Imelda May became only the second live Irish act after U2 to play at the Grammys Sunday night when she blew away the audience and the estimated 120 million watching with her rockabilly performance. Not for nothing is she known as the 'Irish Amy Winehouse"
Accompanied by guitar legend Jeff Beck, the inner city Dublin singer, now 35, showed she is ready for U.S prime time with an unbelievable performance.
May has struggled through 12 years of tough times before last night's crowning moment. During that period the blues singer has been unemployed and almost forgotten, but she has always come back. Last night was an extraordinary vindication.
She and her husband, Darrell Higham, built their own studio in London to record her album 'Love Tattoo' after every record label in the world had turned her down.
May instead sold it at her own sold-out shows in smaller venues. The record eventually came to the attention of rockabilly expert Jools Holland who booked her on his BBC show “Later with Jools Holland”.
Even at that it took a last minute cancellation for May to get on the show after some of the producers objected to giving the unknown Irish woman an opportunity.
Also performing on the show was the legendary Jeff Beck, who thought May was the best act he had heard in years. Suddenly the dam began to burst.
She appeared with Beck and Eric Clapton and as the opening act for Van Morrison. The record company offers began to flow in. The single from the album 'Johnny Got a Boom Boom' raced up the British charts and the album made no. 1. in Ireland. Then came the Grammy invitation. When Beck was nominated, he asked her to play live with him in Los Angeles.
May has made it the tough way. She grew up in The Liberties one of Dublin's most deprived inner city neighborhoods and remembers stepping over junkies in her apartment building. She is the youngest of five children. Her mother formed a singing troupe that belted out all the Broadway classics and May was soon the star attraction, eventually focusing on rockabilly.
She moved to London in 1997 and met her husband there. What followed was ten years of trying to make the breakthrough, playing for a pittance at many clubs, honing her act, always waiting for the big break.
Now her record company is ready for a big promotional tour after her Grammy performance and a new album entitled 'Mayhem’ is in the works. She has become an overnight sensation after 12 years of dogged persistence and hard work.

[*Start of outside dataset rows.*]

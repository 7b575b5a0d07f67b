import { findingCounts } from './findings';
import type { BuildReport, Severity } from './report';

/** The figures a team looks at first, from one report (the summary strip, the team page). */
export interface HeadlineFigures {
	/** The system collapses under burp: the voltages below are then null. */
	collapse: boolean;
	/** What the system settles at under burp: the strongest source's terminal voltage (V). */
	settleV: number | null;
	/** The lowest amplifier terminal voltage under burp (V); null without an amplifier. */
	lowestAmpV: number | null;
	/** The worst amplifier output loss against its rating under burp (dB, ≤ 0). */
	worstLossDb: number;
	/** The alternators' share of the burp current (0–1). */
	alternatorShare: number;
	/** Net bank current during sustained music (A; positive out of the banks). */
	bankCurrentA: number;
	/** Power lost in cables under burp (W). */
	cableLossW: number;
	findings: Record<Severity, number>;
}

export function headlineFigures(report: Extract<BuildReport, { ok: true }>): HeadlineFigures {
	const { burp, sustained } = report;
	const collapse = burp.status === 'collapse';
	const findings = findingCounts(report.warnings);
	return {
		collapse,
		settleV: collapse
			? null
			: Math.max(
					0,
					...burp.banks.map((b) => b.terminalV),
					...burp.alternators.filter((a) => a.mode !== 'off').map((a) => a.terminalV),
				),
		lowestAmpV:
			collapse || report.amplifiers.length === 0
				? null
				: Math.min(...report.amplifiers.map((a) => a.burpTerminalV)),
		worstLossDb: Math.min(0, ...report.amplifiers.map((a) => a.burpOutputLossDb)),
		alternatorShare: burp.alternators.reduce((s, a) => s + a.share, 0),
		bankCurrentA: sustained.banks.reduce((s, b) => s + b.currentA, 0),
		cableLossW: burp.power.cableLossW,
		findings,
	};
}
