/**
 * Newton iteration from `start`, line-searched on the co-content. One symmetric factorisation per
 * iteration gives the step, and its pivots say whether the Jacobian is positive definite: at the
 * converged point that is the stability test (no separate one unless the last step was large or
 * crossed into other operating modes).
 */
function newton(
	net: CompiledNetwork,
	lambda: number,
	start: Float64Array,
	exactLine = false,
): NewtonResult {
	const n = net.nodeIds.length;
	const { work, system } = net;
	const { f, step, trial } = work;
	const v = new Float64Array(start);
	const floorV = 0.02 * net.nominalV;
	let lastFactor: FactorResult | null = null;
	let lastStepV = Number.POSITIVE_INFINITY;
	for (let iter = 1; iter <= MAX_ITERATIONS; iter++) {
		assemble(net, v, lambda);
		if (lambda > 0 && work.minAmpV < floorV)
			return { ok: false, v, iterations: iter, residualA: Number.NaN };
		const residual = maxAbs(f);
		if (residual < RESIDUAL_TOL_A) {
			const settled =
				lastFactor !== null &&
				lastStepV < SETTLED_STEP_V &&
				sameModes(work.modes, work.factoredModes);
			const verdict = settled ? lastFactor : system.factor();
			return { ok: verdict === 'positive-definite', v, iterations: iter, residualA: residual };
		}
		for (let i = 0; i < n; i++) step[i] = -f[i]!;
		const verdict = system.factor();
		if (verdict === 'singular') return { ok: false, v, iterations: iter, residualA: residual };
		system.solve(step);
		lastFactor = verdict;
		work.factoredModes.set(work.modes);
		// Directional derivative of the co-content along the step.
		let slope = 0;
		for (let i = 0; i < n; i++) slope += f[i]! * step[i]!;
		if (!(slope < 0)) return { ok: false, v, iterations: iter, residualA: residual };
		// Voltage limiting (as SPICE limits junction steps): where every source is at a limit the
		// Jacobian is only the background conductance and the raw step runs to ~1e11 V; a step longer
		// than the network's own voltage scale carries no information beyond its direction.
		let stepSize = maxAbs(step);
		const maxStepV = Math.max(1, net.nominalV);
		if (stepSize > maxStepV) {
			const k = maxStepV / stepSize;
			for (let i = 0; i < n; i++) step[i] = step[i]! * k;
			slope *= k;
			stepSize = maxStepV;
		}
		let t = 1;
		// Close to the solution Newton converges quadratically; the co-content's differences are then
		// below its rounding, so a line search would only stall. Far from it, search the line.
		if (stepSize > LOCAL_STEP_V) {
			const e0 = coContent(net, v, lambda, floorV);
			const at = (x: number) => {
				for (let i = 0; i < n; i++) trial[i] = v[i]! + x * step[i]!;
				return coContent(net, trial, lambda, floorV);
			};
			// Backtrack to sufficient decrease, then keep halving while that still lowers the co-content.
			let e = at(t);
			while (!(e <= e0 + 1e-4 * t * slope) && t * stepSize > MIN_MOVE_V) {
				t /= 2;
				e = at(t);
			}
			if (t * stepSize <= MIN_MOVE_V)
				return { ok: false, v, iterations: iter, residualA: residual };
			for (let k = 0; k < 60; k++) {
				const eHalf = at(t / 2);
				if (!(eHalf < e)) break;
				t /= 2;
				e = eHalf;
			}
			if (exactLine) {
				// Where a source flips between its limit and off on successive steps (its linear region
				// microvolts wide), halving alone overshoots the kink every time and the iteration
				// ping-pongs. A golden-section search for the line's minimum (the co-content is convex
				// along it for the unloaded network, and locally near a stable point) lands on the kink.
				let lo = 0;
				let hi = 1;
				const g = (Math.sqrt(5) - 1) / 2;
				let x1 = hi - g * (hi - lo);
				let x2 = lo + g * (hi - lo);
				let e1 = at(x1);
				let e2 = at(x2);
				while ((hi - lo) * stepSize > MIN_MOVE_V && hi - lo > 1e-12) {
					if (e1 <= e2) {
						hi = x2;
						x2 = x1;
						e2 = e1;
						x1 = hi - g * (hi - lo);
						e1 = at(x1);
					} else {
						lo = x1;
						x1 = x2;
						e1 = e2;
						x2 = lo + g * (hi - lo);
						e2 = at(x2);
					}
				}
				const tg = e1 <= e2 ? x1 : x2;
				const eg = Math.min(e1, e2);
				if (eg < e) {
					t = tg;
					e = eg;
				}
			}
		} else if (lambda > 0) {
			for (let i = 0; i < n; i++) trial[i] = v[i]! + step[i]!;
			if (coContent(net, trial, lambda, floorV) === Number.POSITIVE_INFINITY)
				return { ok: false, v, iterations: iter, residualA: residual };
		}
		for (let i = 0; i < n; i++) v[i] = v[i]! + t * step[i]!;
		lastStepV = t * stepSize;
	}
	return { ok: false, v, iterations: MAX_ITERATIONS, residualA: Number.NaN };
}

Personally she is described as "great company. Imelda loves her frocks and dresses and her make-up but that’s just for her on-stage time where she needs to make an impression as a lead singer, she’s very down to earth, very normal and very proud of her Liberties background. It has been a struggle for her over the years and now that the album has taken off and things are happening for her she is very focused and has come to really understand how the music business works,” a friend told The Irish Times recently.